Task requirements: Starting with the line containing "for r := range t.Rows" and going on through the line containing "exactly, for no", return the lines of the data below exactly, and only those.

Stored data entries
· · · · · · ·
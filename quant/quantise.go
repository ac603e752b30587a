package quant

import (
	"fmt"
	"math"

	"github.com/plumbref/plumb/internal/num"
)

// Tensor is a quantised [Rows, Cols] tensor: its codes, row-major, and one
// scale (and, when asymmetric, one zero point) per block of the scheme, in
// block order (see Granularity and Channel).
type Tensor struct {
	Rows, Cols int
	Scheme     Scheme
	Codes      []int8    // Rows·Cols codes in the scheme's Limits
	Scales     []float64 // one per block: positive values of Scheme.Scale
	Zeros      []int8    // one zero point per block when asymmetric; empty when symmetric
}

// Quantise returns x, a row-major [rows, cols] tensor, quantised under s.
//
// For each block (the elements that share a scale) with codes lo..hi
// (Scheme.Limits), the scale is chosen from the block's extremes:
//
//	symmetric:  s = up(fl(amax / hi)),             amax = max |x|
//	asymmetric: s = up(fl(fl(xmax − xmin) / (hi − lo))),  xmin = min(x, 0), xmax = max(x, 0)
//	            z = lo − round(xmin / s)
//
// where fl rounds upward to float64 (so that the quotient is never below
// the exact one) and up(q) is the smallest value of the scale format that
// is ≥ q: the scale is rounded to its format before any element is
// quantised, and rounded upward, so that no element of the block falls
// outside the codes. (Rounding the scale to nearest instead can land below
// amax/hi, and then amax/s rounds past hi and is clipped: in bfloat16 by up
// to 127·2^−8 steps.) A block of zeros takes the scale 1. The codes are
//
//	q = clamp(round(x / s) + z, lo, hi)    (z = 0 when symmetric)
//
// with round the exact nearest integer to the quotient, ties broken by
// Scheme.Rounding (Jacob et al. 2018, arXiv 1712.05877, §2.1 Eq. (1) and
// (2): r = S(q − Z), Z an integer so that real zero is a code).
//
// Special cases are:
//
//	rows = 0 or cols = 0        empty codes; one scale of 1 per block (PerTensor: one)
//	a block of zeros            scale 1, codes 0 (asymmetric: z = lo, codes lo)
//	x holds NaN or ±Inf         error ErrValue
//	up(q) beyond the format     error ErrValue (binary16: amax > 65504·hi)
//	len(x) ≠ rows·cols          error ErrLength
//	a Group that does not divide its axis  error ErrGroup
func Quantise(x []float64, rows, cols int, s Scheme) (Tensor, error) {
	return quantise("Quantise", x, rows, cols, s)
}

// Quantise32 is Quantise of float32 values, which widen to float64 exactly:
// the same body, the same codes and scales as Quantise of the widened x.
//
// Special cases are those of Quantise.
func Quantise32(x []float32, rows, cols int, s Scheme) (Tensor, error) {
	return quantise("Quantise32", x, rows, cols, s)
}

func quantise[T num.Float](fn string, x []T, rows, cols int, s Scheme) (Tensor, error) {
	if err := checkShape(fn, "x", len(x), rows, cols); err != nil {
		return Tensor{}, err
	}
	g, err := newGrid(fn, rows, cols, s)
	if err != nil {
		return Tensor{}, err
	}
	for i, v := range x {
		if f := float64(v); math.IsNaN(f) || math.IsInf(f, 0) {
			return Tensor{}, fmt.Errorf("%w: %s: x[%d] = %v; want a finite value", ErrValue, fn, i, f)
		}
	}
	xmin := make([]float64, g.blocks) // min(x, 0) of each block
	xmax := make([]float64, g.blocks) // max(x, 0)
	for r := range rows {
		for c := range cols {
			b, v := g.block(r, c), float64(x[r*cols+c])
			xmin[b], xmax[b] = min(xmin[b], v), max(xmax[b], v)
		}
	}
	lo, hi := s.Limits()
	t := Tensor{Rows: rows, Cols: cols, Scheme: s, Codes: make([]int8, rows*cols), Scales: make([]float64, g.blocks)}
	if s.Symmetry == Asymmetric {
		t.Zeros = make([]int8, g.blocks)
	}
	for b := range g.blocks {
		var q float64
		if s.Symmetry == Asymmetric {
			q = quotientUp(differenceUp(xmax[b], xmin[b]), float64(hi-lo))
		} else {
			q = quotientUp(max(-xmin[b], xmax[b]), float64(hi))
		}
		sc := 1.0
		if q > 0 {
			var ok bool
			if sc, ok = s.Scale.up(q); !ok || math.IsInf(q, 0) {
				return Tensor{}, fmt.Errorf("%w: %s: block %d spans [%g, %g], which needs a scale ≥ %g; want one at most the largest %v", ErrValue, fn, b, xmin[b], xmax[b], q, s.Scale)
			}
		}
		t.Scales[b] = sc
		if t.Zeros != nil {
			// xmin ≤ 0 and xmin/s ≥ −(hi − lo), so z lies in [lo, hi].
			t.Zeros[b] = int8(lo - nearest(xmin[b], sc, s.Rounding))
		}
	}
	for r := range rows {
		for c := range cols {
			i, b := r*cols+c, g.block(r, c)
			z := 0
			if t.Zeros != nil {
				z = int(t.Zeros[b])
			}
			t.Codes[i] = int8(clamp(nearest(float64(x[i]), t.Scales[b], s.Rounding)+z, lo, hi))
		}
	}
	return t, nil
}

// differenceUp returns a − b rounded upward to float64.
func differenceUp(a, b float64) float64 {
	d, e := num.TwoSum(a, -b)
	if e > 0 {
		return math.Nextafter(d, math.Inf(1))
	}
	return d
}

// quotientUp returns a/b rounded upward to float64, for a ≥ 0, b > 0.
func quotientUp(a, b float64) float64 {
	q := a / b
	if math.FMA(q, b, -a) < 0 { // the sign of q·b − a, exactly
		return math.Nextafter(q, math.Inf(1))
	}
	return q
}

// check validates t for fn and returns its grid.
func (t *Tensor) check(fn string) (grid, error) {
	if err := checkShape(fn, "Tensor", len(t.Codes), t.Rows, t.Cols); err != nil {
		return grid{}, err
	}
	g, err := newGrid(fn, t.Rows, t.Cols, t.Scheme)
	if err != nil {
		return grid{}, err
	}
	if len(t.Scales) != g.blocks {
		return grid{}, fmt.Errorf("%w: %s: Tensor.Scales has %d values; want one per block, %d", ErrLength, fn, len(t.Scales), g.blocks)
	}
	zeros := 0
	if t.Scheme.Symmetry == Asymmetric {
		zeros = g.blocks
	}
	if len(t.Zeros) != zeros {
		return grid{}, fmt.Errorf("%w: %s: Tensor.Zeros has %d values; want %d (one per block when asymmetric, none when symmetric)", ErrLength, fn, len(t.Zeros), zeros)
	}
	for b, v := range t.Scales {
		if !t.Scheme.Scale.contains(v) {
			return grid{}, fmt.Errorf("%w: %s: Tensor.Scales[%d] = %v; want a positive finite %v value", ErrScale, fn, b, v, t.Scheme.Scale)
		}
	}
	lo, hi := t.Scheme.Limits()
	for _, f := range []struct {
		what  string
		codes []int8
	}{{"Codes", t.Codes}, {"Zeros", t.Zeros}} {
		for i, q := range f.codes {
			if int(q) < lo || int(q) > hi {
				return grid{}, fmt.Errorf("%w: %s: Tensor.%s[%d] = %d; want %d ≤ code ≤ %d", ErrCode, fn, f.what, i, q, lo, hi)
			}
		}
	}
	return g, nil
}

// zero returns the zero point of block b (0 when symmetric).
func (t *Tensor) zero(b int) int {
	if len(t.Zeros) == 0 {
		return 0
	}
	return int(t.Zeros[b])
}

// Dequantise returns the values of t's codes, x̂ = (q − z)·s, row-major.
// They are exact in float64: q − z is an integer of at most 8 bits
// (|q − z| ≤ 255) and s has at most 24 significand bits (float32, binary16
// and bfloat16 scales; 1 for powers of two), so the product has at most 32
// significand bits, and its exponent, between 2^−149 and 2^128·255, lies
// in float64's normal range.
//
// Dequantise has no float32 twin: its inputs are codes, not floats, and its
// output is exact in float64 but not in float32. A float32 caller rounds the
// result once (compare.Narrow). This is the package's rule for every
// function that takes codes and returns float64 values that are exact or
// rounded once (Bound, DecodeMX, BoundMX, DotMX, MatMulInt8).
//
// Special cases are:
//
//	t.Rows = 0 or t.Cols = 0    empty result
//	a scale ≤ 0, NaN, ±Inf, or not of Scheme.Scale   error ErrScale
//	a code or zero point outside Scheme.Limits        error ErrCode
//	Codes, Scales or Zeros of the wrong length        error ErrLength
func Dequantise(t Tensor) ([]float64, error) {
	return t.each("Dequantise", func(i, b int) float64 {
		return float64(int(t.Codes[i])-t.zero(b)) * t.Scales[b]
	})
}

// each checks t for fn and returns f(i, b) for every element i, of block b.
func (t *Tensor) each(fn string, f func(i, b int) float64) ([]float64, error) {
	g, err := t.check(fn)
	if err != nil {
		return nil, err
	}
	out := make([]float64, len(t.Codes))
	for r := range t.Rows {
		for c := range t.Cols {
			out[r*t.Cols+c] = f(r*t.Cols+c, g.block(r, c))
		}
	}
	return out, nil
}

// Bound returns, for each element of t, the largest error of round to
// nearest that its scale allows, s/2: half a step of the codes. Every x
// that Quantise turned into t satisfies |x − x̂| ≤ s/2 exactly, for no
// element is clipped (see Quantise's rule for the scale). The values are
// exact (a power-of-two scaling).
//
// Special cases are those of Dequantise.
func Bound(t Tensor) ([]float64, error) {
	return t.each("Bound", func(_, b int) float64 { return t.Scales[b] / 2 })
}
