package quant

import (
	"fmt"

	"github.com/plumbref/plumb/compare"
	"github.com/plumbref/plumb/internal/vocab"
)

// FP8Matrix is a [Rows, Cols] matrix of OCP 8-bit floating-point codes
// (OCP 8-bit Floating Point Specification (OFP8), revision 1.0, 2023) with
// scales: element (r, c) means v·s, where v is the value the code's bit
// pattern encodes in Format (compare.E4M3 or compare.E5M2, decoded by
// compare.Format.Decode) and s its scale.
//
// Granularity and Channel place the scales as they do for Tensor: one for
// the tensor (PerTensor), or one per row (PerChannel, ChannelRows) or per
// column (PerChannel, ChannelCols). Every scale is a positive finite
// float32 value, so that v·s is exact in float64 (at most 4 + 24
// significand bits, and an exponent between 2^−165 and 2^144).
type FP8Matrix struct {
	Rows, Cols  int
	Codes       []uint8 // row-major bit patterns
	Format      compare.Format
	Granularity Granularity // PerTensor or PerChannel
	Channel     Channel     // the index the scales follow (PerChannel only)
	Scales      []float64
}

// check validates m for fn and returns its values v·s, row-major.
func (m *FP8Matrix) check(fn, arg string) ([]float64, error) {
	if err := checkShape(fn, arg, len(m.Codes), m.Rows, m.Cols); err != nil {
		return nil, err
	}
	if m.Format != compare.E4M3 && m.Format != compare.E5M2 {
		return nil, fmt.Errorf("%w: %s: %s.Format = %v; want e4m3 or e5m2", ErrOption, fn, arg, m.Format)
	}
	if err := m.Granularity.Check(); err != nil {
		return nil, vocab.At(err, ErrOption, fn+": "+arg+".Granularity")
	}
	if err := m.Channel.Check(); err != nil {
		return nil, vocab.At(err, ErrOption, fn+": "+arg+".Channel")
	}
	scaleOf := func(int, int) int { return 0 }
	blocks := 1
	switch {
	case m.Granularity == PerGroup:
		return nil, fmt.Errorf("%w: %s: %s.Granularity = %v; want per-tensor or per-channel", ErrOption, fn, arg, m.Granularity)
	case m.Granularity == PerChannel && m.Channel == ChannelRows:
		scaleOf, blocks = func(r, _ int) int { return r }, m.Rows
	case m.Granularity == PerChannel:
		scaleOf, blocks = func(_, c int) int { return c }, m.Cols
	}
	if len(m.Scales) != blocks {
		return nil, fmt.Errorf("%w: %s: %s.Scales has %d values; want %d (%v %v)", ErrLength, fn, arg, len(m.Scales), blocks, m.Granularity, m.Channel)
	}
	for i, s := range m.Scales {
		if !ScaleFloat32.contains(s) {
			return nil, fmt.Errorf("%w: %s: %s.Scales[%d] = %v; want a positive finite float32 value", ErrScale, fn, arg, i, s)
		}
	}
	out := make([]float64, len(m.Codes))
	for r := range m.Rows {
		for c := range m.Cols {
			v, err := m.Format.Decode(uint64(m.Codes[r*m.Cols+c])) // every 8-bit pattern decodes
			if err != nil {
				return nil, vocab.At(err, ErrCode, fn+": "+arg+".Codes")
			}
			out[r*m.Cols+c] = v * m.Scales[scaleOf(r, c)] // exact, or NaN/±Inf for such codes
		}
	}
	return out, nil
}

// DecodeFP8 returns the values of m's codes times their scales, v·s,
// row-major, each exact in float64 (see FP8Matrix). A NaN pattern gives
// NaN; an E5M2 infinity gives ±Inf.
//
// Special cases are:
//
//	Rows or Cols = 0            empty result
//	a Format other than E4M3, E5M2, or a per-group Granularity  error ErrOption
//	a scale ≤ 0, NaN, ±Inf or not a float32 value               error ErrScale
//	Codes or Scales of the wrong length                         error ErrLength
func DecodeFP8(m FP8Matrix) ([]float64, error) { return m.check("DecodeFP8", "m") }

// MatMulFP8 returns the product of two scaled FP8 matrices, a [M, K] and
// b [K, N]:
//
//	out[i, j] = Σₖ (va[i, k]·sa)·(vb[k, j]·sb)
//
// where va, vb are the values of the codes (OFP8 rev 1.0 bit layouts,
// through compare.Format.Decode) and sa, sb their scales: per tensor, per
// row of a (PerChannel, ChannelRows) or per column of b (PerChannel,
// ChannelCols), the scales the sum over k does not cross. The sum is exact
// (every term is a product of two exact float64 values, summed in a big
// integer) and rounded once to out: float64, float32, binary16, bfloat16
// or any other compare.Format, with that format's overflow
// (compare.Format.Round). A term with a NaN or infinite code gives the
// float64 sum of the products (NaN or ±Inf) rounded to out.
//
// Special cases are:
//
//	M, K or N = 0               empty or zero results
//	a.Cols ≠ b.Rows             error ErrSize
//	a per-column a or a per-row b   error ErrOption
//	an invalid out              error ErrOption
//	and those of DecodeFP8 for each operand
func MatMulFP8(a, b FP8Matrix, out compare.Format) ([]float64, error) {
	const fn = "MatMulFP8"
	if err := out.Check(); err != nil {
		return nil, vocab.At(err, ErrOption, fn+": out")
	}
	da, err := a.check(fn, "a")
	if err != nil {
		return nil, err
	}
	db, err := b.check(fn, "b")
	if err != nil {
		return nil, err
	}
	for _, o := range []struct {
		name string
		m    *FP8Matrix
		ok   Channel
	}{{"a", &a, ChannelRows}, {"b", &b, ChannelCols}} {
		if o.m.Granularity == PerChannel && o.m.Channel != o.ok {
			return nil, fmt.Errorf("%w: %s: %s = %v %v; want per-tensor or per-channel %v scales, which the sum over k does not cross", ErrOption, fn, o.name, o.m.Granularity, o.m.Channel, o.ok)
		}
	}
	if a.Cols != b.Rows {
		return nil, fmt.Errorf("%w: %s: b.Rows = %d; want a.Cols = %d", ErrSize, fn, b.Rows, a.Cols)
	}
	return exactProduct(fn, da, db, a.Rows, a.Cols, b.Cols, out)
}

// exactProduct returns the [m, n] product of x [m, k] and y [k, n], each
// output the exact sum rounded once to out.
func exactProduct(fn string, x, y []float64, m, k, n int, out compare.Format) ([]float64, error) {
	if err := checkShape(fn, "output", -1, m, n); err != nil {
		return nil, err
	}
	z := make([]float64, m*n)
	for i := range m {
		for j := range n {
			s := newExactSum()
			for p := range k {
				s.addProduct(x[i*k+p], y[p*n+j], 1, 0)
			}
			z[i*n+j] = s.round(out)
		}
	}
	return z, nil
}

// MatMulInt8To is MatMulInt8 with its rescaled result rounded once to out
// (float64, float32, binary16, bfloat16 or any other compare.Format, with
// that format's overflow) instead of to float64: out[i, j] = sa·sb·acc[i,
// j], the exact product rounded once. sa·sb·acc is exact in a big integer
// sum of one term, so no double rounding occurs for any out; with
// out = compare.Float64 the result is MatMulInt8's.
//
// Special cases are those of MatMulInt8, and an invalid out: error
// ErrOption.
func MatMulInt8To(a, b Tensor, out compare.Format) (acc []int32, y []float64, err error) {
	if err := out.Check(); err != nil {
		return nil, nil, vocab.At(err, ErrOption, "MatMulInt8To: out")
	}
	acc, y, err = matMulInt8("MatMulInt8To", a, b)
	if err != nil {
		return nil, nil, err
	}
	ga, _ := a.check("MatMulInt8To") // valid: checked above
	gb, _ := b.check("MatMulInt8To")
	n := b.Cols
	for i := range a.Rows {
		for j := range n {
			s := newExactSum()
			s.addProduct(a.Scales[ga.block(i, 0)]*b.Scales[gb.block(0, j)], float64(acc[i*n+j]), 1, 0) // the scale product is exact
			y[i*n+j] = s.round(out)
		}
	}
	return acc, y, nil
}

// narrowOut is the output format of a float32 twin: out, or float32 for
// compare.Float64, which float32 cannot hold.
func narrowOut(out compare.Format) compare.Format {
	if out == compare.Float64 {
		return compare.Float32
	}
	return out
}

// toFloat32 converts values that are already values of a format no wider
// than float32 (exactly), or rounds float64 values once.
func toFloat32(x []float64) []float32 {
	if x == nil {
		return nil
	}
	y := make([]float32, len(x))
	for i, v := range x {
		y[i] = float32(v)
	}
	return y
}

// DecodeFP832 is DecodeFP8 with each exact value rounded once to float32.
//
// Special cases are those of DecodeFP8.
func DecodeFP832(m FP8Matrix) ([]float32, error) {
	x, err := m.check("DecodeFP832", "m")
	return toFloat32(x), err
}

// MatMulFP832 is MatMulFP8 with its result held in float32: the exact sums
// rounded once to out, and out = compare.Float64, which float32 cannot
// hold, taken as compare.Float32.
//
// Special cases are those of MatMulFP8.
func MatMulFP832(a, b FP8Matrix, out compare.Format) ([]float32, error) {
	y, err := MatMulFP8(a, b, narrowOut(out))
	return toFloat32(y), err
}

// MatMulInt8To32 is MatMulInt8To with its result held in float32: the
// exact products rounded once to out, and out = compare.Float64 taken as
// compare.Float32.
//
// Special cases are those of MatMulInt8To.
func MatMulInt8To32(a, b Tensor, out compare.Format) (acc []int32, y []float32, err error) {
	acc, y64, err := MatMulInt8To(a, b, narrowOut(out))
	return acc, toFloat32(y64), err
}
· · · · · · ·
Output of the exercise:
	for r := range t.Rows {
		for c := range t.Cols {
			out[r*t.Cols+c] = f(r*t.Cols+c, g.block(r, c))
		}
	}
	return out, nil
}

// Bound returns, for each element of t, the largest error of round to
// nearest that its scale allows, s/2: half a step of the codes. Every x
// that Quantise turned into t satisfies |x − x̂| ≤ s/2 exactly, for no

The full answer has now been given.